EXERCISE: Transcribe only what runs from the line including "the output speed" through the last line of the entries, exactly as it appears.

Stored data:
********************
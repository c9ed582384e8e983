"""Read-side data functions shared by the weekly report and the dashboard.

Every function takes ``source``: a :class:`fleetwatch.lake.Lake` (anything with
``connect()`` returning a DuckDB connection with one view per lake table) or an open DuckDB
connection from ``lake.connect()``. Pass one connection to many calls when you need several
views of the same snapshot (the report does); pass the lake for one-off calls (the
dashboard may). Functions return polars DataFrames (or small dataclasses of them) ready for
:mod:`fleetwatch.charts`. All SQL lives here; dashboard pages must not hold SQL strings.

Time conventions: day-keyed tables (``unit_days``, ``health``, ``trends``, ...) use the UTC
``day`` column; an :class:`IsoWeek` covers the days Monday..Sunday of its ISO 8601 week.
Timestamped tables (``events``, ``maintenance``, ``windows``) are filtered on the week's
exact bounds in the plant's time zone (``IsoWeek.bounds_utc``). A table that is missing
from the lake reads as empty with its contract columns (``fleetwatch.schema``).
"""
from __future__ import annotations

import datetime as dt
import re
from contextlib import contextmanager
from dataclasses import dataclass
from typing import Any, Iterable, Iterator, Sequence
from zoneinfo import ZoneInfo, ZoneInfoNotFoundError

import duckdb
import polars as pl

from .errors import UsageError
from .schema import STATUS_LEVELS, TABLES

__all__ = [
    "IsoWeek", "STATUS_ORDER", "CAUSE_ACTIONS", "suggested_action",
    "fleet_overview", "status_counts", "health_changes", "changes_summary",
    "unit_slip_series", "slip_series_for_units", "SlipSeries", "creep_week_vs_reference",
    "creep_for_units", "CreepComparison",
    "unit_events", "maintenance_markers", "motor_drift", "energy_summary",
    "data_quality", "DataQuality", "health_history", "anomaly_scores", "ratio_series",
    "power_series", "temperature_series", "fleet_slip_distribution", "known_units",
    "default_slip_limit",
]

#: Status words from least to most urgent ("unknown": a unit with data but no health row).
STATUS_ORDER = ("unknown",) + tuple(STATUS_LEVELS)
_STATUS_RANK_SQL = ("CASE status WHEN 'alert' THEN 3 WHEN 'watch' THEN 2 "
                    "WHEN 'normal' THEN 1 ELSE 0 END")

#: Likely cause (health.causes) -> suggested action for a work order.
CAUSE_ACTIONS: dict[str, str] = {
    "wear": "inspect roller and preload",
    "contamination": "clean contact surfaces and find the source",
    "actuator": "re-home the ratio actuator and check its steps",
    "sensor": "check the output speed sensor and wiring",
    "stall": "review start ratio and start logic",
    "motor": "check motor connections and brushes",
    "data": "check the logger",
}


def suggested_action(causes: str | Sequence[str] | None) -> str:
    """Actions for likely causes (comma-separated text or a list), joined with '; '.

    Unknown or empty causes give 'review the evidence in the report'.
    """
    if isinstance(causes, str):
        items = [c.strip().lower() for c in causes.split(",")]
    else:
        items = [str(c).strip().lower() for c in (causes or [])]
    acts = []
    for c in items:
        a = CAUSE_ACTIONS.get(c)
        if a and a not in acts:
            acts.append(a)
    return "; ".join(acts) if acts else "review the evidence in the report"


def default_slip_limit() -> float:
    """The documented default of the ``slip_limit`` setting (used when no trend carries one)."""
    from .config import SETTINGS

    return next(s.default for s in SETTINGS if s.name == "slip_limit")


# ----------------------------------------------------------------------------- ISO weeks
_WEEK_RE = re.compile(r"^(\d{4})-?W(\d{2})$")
********************
ANSWER BOX:
    "sensor": "check the output speed sensor and wiring",
    "stall": "review start ratio and start logic",
    "motor": "check motor connections and brushes",
    "data": "check the logger",
}


def suggested_action(causes: str | Sequence[str] | None) -> str:
    """Actions for likely causes (comma-separated text or a list), joined with '; '.

    Unknown or empty causes give 'review the evidence in the report'.
    """
    if isinstance(causes, str):
        items = [c.strip().lower() for c in causes.split(",")]
    else:
        items = [str(c).strip().lower() for c in (causes or [])]
    acts = []
    for c in items:
        a = CAUSE_ACTIONS.get(c)
        if a and a not in acts:
            acts.append(a)
    return "; ".join(acts) if acts else "review the evidence in the report"


def default_slip_limit() -> float:
    """The documented default of the ``slip_limit`` setting (used when no trend carries one)."""
    from .config import SETTINGS

    return next(s.default for s in SETTINGS if s.name == "slip_limit")


# ----------------------------------------------------------------------------- ISO weeks
_WEEK_RE = re.compile(r"^(\d{4})-?W(\d{2})$")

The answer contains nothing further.